▸ What is required
When you find the line that contains "const double phi = i * DEGREE;", restate it and all lines after it exactly, stopping at the end of the material.

▸ Data excerpts

════════════════

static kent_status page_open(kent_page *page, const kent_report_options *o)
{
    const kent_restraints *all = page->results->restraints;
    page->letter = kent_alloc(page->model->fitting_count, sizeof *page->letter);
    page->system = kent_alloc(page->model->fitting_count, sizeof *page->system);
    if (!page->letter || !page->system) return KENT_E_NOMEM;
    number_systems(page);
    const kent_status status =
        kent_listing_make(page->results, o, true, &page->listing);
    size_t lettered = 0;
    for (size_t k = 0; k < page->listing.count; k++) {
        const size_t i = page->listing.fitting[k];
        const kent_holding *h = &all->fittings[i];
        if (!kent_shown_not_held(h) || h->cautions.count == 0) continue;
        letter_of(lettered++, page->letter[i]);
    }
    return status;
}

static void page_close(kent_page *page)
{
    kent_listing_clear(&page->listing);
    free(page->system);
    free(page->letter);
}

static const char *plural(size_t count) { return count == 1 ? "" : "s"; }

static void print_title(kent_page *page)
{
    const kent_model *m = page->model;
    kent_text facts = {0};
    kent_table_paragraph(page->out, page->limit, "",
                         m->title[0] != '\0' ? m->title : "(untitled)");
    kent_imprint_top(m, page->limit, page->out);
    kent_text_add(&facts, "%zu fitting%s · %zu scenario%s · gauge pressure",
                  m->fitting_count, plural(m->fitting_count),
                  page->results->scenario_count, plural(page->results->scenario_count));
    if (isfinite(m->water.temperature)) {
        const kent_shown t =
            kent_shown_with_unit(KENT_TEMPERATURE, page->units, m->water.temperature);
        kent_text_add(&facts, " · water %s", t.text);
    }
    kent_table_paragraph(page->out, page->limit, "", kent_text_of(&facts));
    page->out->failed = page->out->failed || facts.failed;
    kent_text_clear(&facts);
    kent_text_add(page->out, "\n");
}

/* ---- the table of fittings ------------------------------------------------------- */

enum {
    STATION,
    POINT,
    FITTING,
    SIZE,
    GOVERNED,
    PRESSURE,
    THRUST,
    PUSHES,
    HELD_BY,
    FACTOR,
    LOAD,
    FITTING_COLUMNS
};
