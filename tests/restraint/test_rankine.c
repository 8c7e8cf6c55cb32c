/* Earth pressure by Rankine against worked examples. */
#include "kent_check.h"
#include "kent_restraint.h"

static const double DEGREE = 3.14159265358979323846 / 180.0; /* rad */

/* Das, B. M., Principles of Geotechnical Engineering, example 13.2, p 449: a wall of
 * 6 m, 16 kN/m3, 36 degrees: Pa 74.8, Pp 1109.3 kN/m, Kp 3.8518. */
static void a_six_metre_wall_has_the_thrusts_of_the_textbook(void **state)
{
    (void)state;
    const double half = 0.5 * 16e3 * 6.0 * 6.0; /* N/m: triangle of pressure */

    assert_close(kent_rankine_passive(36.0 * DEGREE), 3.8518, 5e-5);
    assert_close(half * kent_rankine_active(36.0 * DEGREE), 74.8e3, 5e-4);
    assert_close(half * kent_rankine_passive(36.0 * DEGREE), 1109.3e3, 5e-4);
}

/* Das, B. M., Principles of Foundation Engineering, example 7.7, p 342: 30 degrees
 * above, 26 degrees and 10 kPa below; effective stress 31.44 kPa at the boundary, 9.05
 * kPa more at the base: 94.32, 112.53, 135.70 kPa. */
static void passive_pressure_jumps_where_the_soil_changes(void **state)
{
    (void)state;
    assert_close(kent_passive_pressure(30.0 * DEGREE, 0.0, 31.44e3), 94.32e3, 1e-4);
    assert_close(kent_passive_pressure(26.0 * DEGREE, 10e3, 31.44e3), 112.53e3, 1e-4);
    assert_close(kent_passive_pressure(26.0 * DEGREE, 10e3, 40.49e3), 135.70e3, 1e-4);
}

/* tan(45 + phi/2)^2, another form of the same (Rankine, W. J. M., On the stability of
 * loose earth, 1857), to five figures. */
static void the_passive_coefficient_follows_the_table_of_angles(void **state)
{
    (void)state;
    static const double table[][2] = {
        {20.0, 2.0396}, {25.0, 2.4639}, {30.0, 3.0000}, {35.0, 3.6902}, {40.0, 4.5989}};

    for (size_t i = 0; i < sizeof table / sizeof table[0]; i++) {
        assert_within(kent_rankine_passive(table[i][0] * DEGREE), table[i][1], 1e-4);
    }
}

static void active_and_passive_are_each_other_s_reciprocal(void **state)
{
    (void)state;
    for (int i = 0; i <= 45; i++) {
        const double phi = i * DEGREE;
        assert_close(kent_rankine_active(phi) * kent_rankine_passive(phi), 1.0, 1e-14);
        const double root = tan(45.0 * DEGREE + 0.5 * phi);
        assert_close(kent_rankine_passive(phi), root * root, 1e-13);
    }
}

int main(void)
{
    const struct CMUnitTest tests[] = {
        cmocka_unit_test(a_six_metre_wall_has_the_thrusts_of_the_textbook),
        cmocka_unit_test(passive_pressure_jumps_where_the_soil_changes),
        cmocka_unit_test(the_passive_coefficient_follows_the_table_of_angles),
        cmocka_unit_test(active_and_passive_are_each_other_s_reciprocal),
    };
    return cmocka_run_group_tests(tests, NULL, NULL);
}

════════════════

▸ The completed task
        const double phi = i * DEGREE;
        assert_close(kent_rankine_active(phi) * kent_rankine_passive(phi), 1.0, 1e-14);
        const double root = tan(45.0 * DEGREE + 0.5 * phi);
        assert_close(kent_rankine_passive(phi), root * root, 1e-13);
    }
}

int main(void)
{
    const struct CMUnitTest tests[] = {
        cmocka_unit_test(a_six_metre_wall_has_the_thrusts_of_the_textbook),
        cmocka_unit_test(passive_pressure_jumps_where_the_soil_changes),
        cmocka_unit_test(the_passive_coefficient_follows_the_table_of_angles),
        cmocka_unit_test(active_and_passive_are_each_other_s_reciprocal),
    };
    return cmocka_run_group_tests(tests, NULL, NULL);
}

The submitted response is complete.